RECORDS TO USE:
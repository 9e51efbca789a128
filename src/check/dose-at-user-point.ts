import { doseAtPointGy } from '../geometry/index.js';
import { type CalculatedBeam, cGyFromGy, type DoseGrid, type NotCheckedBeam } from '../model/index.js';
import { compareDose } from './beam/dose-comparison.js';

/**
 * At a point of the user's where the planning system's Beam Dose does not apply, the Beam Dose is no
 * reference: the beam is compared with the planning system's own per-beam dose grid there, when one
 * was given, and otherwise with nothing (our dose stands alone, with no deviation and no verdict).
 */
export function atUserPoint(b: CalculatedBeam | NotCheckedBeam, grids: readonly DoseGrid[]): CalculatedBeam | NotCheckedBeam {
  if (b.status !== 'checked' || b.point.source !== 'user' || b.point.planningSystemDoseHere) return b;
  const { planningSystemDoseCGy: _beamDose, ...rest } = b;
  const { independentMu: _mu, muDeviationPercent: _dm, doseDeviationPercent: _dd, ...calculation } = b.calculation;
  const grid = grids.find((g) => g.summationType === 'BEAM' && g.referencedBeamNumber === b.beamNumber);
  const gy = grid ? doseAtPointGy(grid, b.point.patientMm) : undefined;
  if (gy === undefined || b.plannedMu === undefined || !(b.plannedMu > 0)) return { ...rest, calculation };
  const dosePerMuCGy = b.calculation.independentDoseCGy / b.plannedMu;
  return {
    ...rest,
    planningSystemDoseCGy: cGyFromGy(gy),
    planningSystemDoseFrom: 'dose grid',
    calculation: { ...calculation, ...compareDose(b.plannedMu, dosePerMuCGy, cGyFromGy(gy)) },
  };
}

...

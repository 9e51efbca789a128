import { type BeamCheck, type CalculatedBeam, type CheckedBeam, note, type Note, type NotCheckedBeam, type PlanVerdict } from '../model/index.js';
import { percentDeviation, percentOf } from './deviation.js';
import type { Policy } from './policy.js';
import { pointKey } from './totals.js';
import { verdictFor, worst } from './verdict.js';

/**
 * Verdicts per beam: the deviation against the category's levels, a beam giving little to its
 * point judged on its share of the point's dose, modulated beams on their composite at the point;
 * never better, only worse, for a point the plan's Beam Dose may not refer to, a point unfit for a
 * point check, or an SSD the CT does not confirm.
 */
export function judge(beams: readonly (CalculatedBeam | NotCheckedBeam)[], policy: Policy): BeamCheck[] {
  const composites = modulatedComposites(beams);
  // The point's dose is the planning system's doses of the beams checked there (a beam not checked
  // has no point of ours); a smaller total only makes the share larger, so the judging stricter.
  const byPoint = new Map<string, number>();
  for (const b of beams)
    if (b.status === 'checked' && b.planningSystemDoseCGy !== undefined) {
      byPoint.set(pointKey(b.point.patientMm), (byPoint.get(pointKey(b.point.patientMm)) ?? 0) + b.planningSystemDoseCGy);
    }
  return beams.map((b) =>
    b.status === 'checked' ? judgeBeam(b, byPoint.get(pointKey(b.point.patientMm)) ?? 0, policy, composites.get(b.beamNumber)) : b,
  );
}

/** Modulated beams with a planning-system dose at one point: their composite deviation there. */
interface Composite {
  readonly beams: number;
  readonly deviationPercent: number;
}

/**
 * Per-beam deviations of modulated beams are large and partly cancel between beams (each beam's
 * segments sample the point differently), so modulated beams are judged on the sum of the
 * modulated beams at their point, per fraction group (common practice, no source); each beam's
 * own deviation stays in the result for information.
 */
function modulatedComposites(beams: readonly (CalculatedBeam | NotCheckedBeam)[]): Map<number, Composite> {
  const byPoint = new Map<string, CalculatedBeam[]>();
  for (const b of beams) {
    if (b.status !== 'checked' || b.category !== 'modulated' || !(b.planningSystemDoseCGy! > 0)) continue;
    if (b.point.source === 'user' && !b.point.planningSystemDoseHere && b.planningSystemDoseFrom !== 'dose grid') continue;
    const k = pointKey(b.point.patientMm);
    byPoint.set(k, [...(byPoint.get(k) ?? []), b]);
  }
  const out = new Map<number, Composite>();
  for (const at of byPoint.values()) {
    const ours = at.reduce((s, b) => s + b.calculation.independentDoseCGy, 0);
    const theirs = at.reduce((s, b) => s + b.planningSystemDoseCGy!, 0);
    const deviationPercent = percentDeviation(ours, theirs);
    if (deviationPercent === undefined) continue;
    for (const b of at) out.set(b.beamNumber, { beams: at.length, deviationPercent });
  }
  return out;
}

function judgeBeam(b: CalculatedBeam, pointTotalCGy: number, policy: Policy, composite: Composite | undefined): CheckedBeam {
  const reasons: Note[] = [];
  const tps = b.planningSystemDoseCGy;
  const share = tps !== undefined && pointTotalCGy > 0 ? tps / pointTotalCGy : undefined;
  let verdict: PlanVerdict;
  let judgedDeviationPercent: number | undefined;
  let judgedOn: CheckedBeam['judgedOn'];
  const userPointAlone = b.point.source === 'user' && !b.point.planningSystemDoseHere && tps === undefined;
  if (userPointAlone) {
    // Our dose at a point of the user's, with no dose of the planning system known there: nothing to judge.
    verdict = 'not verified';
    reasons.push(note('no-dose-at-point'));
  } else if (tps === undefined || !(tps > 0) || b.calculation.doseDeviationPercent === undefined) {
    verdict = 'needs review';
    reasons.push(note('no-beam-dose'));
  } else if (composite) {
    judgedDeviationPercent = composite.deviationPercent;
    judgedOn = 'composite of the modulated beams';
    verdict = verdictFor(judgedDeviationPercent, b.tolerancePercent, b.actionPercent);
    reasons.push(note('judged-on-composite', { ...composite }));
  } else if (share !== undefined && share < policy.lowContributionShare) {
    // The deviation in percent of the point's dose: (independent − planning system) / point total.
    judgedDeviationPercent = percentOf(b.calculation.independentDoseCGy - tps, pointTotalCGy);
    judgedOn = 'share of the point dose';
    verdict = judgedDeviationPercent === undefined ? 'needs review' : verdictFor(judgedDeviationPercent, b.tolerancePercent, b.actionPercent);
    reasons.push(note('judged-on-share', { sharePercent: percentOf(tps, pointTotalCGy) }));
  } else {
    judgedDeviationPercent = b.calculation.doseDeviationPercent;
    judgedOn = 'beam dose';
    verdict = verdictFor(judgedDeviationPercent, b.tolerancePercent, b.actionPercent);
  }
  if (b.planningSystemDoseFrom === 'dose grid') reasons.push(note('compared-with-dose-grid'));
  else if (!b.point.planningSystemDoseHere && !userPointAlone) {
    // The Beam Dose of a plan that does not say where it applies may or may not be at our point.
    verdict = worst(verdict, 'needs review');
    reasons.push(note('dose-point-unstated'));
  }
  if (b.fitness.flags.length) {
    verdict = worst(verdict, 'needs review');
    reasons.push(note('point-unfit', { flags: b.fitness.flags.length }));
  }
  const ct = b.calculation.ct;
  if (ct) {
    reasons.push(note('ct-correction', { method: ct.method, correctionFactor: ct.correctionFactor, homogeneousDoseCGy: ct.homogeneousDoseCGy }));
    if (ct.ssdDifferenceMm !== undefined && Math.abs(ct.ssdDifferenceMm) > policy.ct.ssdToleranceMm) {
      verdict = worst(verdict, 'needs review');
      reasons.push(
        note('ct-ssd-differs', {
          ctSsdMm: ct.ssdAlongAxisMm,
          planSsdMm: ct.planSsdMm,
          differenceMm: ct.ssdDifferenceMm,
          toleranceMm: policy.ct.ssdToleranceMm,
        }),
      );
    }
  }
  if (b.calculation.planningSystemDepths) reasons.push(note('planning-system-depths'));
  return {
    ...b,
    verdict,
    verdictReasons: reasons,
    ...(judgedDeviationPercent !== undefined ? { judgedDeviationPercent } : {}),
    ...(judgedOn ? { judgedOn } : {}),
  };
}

THE PROBLEM:
Out of the listing above, reproduce exactly the lines from the one with "the judging stricter." up to and including the one with "the sum of the".

ANSWER TO THIS TASK:
  // has no point of ours); a smaller total only makes the share larger, so the judging stricter.
  const byPoint = new Map<string, number>();
  for (const b of beams)
    if (b.status === 'checked' && b.planningSystemDoseCGy !== undefined) {
      byPoint.set(pointKey(b.point.patientMm), (byPoint.get(pointKey(b.point.patientMm)) ?? 0) + b.planningSystemDoseCGy);
    }
  return beams.map((b) =>
    b.status === 'checked' ? judgeBeam(b, byPoint.get(pointKey(b.point.patientMm)) ?? 0, policy, composites.get(b.beamNumber)) : b,
  );
}

/** Modulated beams with a planning-system dose at one point: their composite deviation there. */
interface Composite {
  readonly beams: number;
  readonly deviationPercent: number;
}

/**
 * Per-beam deviations of modulated beams are large and partly cancel between beams (each beam's
 * segments sample the point differently), so modulated beams are judged on the sum of the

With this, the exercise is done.